Penulis: Edi Sumardi | Editor: Suryana Anas
Laporan Wartawan Tribun Timur, Edi Sumardi
TRIBUN-TIMUR.COM, MAKASSAR - Sekretaris DPW Partai Amanat Nasional Sulsel, Buhari Kahar Muzakkar kembali mengomentari surat perjanjian kesepakatan antara Ilham Burhanuddin dan M Hatta Rahman terkait dengan pembagian kesempatan untuk diusung PAN sebagai calon Bupati Maros.
Jumat (15/8/2014), Buhari menyebut surat perjanjian tersebut ibarat obat sakit kepala merek Bodrex.
"Surat perjanjian itu kan seperti Bodrex (merek obat sakit kepala). Hanya diminum kalau lagi sakit kepala, kalau tidak, ya tidak diminum," ujar Buhari.
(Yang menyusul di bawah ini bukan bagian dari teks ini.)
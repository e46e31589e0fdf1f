import { z } from "zod";
import { threadCount } from "../../fields";
import { CABLE_SIZES } from "../../../hardware/cables";

/** The props of a turnbuckle part (the other half of the kind, its name, ports, defaults and role, is index.ts beside this file). */
export const props = z.object({
  /** The cable size it is made for. */
  size: z.enum(CABLE_SIZES).default("1/8"),
  /** Whole threads of each terminal showing outside the barrel. */
  threadsShowingA: threadCount("threads showing at end A").optional(),
  threadsShowingB: threadCount("threads showing at end B").optional(),
  /** How the barrel is locked: a locking clip at each end, safety wire, or not yet. */
  locking: z.enum(["clip", "wire", "none"]).optional(),
  /** Checked at both ends of the travel: it lines up with the cable and cannot bind against the part it joins ("free"), or it binds. */
  travelCheck: z.enum(["free", "binds"]).optional(),
});
export type Props = z.output<typeof props>;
Tiga hari kemudian, Senin (18/8/2014), Buhari menyamakan lagi 'MoU Pilkada' Maros itu dengan obat pereda nyeri merek lain, Ponstan. "Seperti Ponstan. Hanya mampu bertahan tiga sampai 4 jam. Setelah itu sakit lagi," kata putra pejuang Abdul Kahar Muzakkar ini.
Mendengar Buhari menganggap enteng suratnya, Ilham pun protes lagi. Jumat lalu, dia menyebut Buhari asal bunyi. Kali ini pun demikian.
"Sekali lagi, Buhari jangan kapau-pau kalau tak tahu persoalan. Asal ngomong atau asal bicara tapi tak tahu substansi masalah. Tong kosong nyaring bunyinya. Buhari stop bicara," kata Ilham di kantor DPRD Sulsel.
Saat Ilham dan Buhari saling "ledek" soal 'MoU Pilkada' mereka bersebelahan ruangan di kantor Dewan. Buhari di ruang rapat komisi B bidang perekonomian, Ilham di ruang rapat komisi D bidang pembangunan.(*)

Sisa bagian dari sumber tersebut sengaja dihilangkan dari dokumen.